ASCs were cultured alone or cocultured with MLRs (1:5, ASCs/effector cells) for 7 days. In cocultures, MLRs were separated from ASCs by cell culture inserts with permeable membrane supports (0.4-μm pore size; Greiner Bio-One). ASCs were harvested and washed twice with PBS-diethylpyrocarbonate (DEPC; Sigma-Aldrich). Cells were either handled immediately or snap-frozen in liquid nitrogen and stored at −80°C. Total RNA was purified using the High Pure RNA Isolation Kit (Roche Diagnostics) according to the manufacturer's instructions. Complementary DNA (cDNA) was synthesized by reverse transcription using random primers. Quantitative real-time PCR (qPCR) was performed using 500 ng cDNA, the StepOnePlus^™ Real-Time PCR System, TaqMan Universal PCR Master Mix, and the assay-on-demand primer/probes for indoleamine 2,3-dioxygenase (INDO; Hs00158027.m1), interferon-γ (IFN-γ; Hs00174143.m1), interleukin-6 (IL-6; Hs00174131.m1), IL-10 (Hs0017 4086.m1), transforming growth factor-β (TGF-β; Hs 00171257.m1), and tumor necrosis factor-α (TNF-α; Hs99999043.m1) (all Applied Biosystems, Foster City, CA, USA). Glyceraldehyde 3-phosphate dehydrogenase (GAPDH) mRNA served as endogenous control for normalization (Hs99999905.m1; Applied Biosystems). Intra- and interassay variations were determined by negative controls and positive reference samples. Changes in expression of the target genes relative to the GAPDH gene were quantified using the comparative C_T method (38). Fold changes of less than 3 were considered insignificant.

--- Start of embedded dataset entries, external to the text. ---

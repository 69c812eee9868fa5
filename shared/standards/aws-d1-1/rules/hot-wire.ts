/** Row 6 (GTAW): cold wire feed changed to hot wire feed, or back. A wire fed by hand is cold. */
import type { ProcessBlock } from '../../../schemas/welding.ts'
import { namedRule } from '../../common/rule-kinds.ts'
import { meta } from '../meta.ts'

function token(block: ProcessBlock | null): string | null {
  if (!block) return null
  if (block.mechanisation === 'manual') return 'cold wire'
  const hot = block.technique.hotWire ?? null
  return hot === null ? null : hot ? 'hot wire' : 'cold wire'
}

export const hotWire = namedRule({
  meta: meta('hot_wire'),
  field: 'technique.hotWire',
  at: 'block',
  label: 'hot or cold wire',
  applies: (context) => context.block?.filler.added !== false,
  asked(context) {
    const value = token(context.block)
    return value ? [value] : null
  },
  tested: (_context, side) => (side.block?.filler.added === false ? 'no filler' : token(side.block)),
  because: 'Hot and cold wire feed are qualified apart.',
  setValue: (name) => name === 'hot wire',
})
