/** Table 6.7: maker, brand or type of flux-cored electrodes (FCAW) and metal-cored ones (GMAW). */
import type { ProcessBlock } from '../../../schemas/welding.ts'
import { sameText } from '../../common/reading.ts'
import { namedRule } from '../../common/rule-kinds.ts'
import { classification } from '../fillers.ts'
import { meta } from '../meta.ts'

/** A wire of GMAW that is metal-cored by its form or by its class (E70C-…). */
const isMetalCored = ({ filler }: ProcessBlock): boolean => filler.productForm === 'metal-cored' || (filler.productForm === null && /^E\d{2,3}C-/.test(classification(filler) ?? ''))

export const cvnBrand = namedRule({
  meta: meta('cvn_brand', { classes: { FCAW: 'supplementary', GMAW: 'supplementary' } }),
  field: 'filler.tradeName',
  at: 'block',
  label: 'trade name of the electrode',
  applies: (context) => context.block?.process === 'FCAW' || (context.block !== null && isMetalCored(context.block)),
  asked: (context) => (context.block?.filler.tradeName ? [sameText(context.block.filler.tradeName)] : null),
  tested: (_context, side) => (side.block?.filler.tradeName ? sameText(side.block.filler.tradeName) : null),
  because: 'With CVN another maker, brand or type counts for cored electrodes.',
})
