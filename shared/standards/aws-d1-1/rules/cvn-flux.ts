/** Table 6.7 (SAW): another flux-wire class, another trade name where there is no class, crushed slag. */
import type { ProcessBlock } from '../../../schemas/welding.ts'
import { sameText } from '../../common/reading.ts'
import { namedRule } from '../../common/rule-kinds.ts'
import { meta } from '../meta.ts'

/** Classification with the flux's trade name where it has no class; crushed slag is a flux of its own. */
function fluxToken(block: ProcessBlock | null): string | null {
  if (!block) return null
  const { fluxClassification, fluxTradeName, fluxIsRecrushedSlag } = block.filler
  if (fluxIsRecrushedSlag === null) return null
  const name = fluxClassification ?? fluxTradeName
  return name ? `${sameText(name)}${fluxIsRecrushedSlag ? ' from crushed slag' : ''}` : null
}

export const cvnFlux = namedRule({
  meta: meta('cvn_flux'),
  field: 'filler.fluxClassification',
  at: 'block',
  label: 'flux (class or trade name, crushed slag or not)',
  asked(context) {
    const value = fluxToken(context.block)
    return value ? [value] : null
  },
  tested: (_context, side) => fluxToken(side.block),
  lacks: (_variables, block) => [...(block?.filler.fluxClassification === null && block.filler.fluxTradeName === null ? ['filler.fluxClassification'] : []), ...(block?.filler.fluxIsRecrushedSlag === null ? ['filler.fluxIsRecrushedSlag'] : [])],
  because: 'With CVN another flux-wire class, another trade name of an unclassified flux, and crushed slag count.',
})

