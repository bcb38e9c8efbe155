//! `spokeshave shape JOB error`.

use spokeshave::result::{Cost, ErrorCosts, Tolerance};
use spokeshave::rig::Rig;
use spokeshave::shape;

use super::figures::{Words, words};
use super::refused;
use crate::input::{Outcome, print, print_json};
use crate::table::{figure, signed, table};

#[derive(clap::Args)]
pub(crate) struct Args {
    /// Tolerance of the blade angle, degrees either way
    #[arg(long, default_value_t = 0.25)]
    angle_deg: f64,
    /// Tolerance of the chord, mm either way
    #[arg(long, default_value_t = 0.5)]
    chord_mm: f64,
    /// Tolerance of the thickness, mm either way
    #[arg(long, default_value_t = 0.3)]
    thickness_mm: f64,
    /// Doubt of the polars' lift coefficients, percent either way
    #[arg(long, default_value_t = 3.0)]
    lift_percent: f64,
    /// Doubt of the polars' drag coefficients, percent either way
    #[arg(long, default_value_t = 10.0)]
    drag_percent: f64,
    /// One JSON document, SI units
    #[arg(long)]
    json: bool,
}

pub(super) fn run(rig: &Rig, args: &Args) -> Outcome {
    let tolerance = Tolerance {
        angle_deg: args.angle_deg,
        chord_mm: args.chord_mm,
        thickness_mm: args.thickness_mm,
        lift_percent: args.lift_percent,
        drag_percent: args.drag_percent,
    };
    match shape::error_costs(rig, tolerance) {
        Ok(costs) if args.json => print_json(&costs)?,
        Ok(costs) => print(&text(&costs))?,
        Err(e) => return refused(&e),
    }
    Ok(true)
}

fn text(e: &ErrorCosts) -> String {
    let radii: Vec<String> = e.radii_m.iter().map(|r| figure(Some(1e3 * r), 0)).collect();
    let mut header = vec!["per degree at r mm", "figure", "drawn"];
    header.extend(radii.iter().map(String::as_str));
    header.extend(["independent ±", "worst ±", "polars ±"]);
    let t = &e.tolerance;
    format!(
        "What an error of the blade angle costs, and the band of ±{}°, ±{} mm chord, ±{} mm thickness,\n\
         and of polars with ±{} % of lift, ±{} % of drag\n\
         (linear; chord and thickness by station in the JSON)\n\n{}",
        t.angle_deg,
        t.chord_mm,
        t.thickness_mm,
        t.lift_percent,
        t.drag_percent,
        table(&header, e.costs.iter().map(row).collect())
    )
}

fn row(c: &Cost) -> Vec<String> {
    let Words { name, per, decimals } = words(c.figure);
    let digits = decimals + 1;
    let mut row = vec![c.flight_point.clone(), name.into(), figure(Some(per * c.drawn), digits)];
    row.extend(c.per_degree.iter().map(|s| signed(s.map(|s| per * s), digits)));
    row.extend([c.band_independent, c.band_worst, c.band_polars].map(|b| figure(Some(per * b), digits)));
    row
}
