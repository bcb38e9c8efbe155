//! The figures of a flight point as people read them: name with unit, units per SI unit, decimals.

use spokeshave::job::Figure;

/// How a figure is told.
pub(super) struct Words {
    pub(super) name: &'static str,
    /// Of the unit told in one of the figure's own.
    pub(super) per: f64,
    pub(super) decimals: usize,
}

pub(super) fn words(figure: Figure) -> Words {
    let (name, per, decimals) = match figure {
        Figure::AirspeedMS => ("airspeed km/h", 3.6, 1),
        Figure::Rpm => ("rpm", 1.0, 0),
        Figure::ThrustN => ("thrust N", 1.0, 1),
        Figure::PowerW => ("power kW", 1e-3, 3),
        Figure::Efficiency => ("efficiency", 1.0, 4),
        Figure::RateOfClimbMS => ("climb m/s", 1.0, 2),
        Figure::EnduranceS => ("endurance min", 1.0 / 60.0, 1),
        Figure::TakeOffM => ("take-off to 15 m, m", 1.0, 0),
        Figure::TipMach => ("tip Mach number", 1.0, 3),
    };
    Words { name, per, decimals }
}

/// A figure by the name it has in the job file, or that without its unit.
pub(super) fn figure_named(name: &str) -> Option<Figure> {
    let lower = name.to_lowercase().replace('-', "_");
    let whole = serde_json::from_value(serde_json::Value::String(lower.clone())).ok();
    whole.or(match lower.as_str() {
        "speed" | "airspeed" => Some(Figure::AirspeedMS),
        "thrust" => Some(Figure::ThrustN),
        "power" => Some(Figure::PowerW),
        "climb" => Some(Figure::RateOfClimbMS),
        "endurance" => Some(Figure::EnduranceS),
        "take_off" => Some(Figure::TakeOffM),
        "noise" => Some(Figure::TipMach),
        _ => None,
    })
}

/// The names a figure may be called by.
pub(super) const NAMES: [&str; 9] =
    ["efficiency", "speed", "climb", "endurance", "power", "thrust", "noise", "rpm", "take-off"];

Cytometric Bead Array (CBA) and ELISA

Cell culture supernatants were obtained from suppression assays using Tregs (1:10; Tregs/effector cells), ASCs (1:40; ASCs/effector cells), or Tregs and ASCs in combination after a 7-day incubation period. Secreted IL-10, IFN-γ, and TNF-α were measured in cell culture supernatants by means of the BD Cytometric Bead Array Human Th1/Th2/Th17 Cytokine Kit (BD Biosciences). Secreted IL-6 was determined by ELISA (U-CyTech biosciences, Utrecht, the Netherlands). Both methods were carried out according to the manufacturer's instructions.

Statistical Analysis

Statistical analyses were performed by means of one-way analysis of variance (ANOVA), Bonferroni multiple comparison test, and (un)paired t tests using GraphPad Prism 5 software (GraphPad Software, San Diego, CA, USA). A value of p < 0.05 was considered statistically significant. One-tailed p values are stated.

Results

Characterization of ASCs

ASCs were isolated from perirenal adipose tissue of living kidney donors. The cells adhered to the plastic surface of culture flasks and had a spindle-shaped morphology. Immunophenotyping of ASCs by flow cytometry demonstrated that the cells expressed low levels of CD34 and the cell surface markers CD90, CD105, CD166, and HLA-ABC. ASCs did not express CD14, the leucocyte marker CD45, or HLA-DR (Fig. 2A). The culture of undifferentiated ASCs under adipogenic conditions for 14 days induced the development of lipid-filled vesicles. These vesicles, characteristic for cells of adipogenic lineage, were detected by Oil Red O staining (Fig. 2B). Osteogenic differentiation of ASCs for 21 days resulted in the deposition of calcified nodules, which were blackened by von Kossa staining (Fig. 2B). The ability of the isolated cells to induce these morphological changes confirmed that they were ASCs.

Figure 2.

Characterization of adipose tissue derived mesenchymal stem cells (ASCs). (A) Immunophenotyping of ASCs for the cell surface proteins CD14, CD34, CD45, CD90, CD105, CD166, HLA-ABC, and human leukocyte antigen (HLA)-DR. Open histograms show nonspecific staining for the indicated marker; solid histograms show specific staining for indicated marker. (B) Microscopic images of undifferentiated ASCs, and ASCs differentiated into adipocytes and osteocytes. Adipogenic differentiation (14 days) induced the development of lipid-filled vesicles; these were detected by Oil Red O staining. Osteogenic differentiation (21 days) induced the deposition of calcified nodules that were blackened by von Kossa staining. Scale bars: 200 μm.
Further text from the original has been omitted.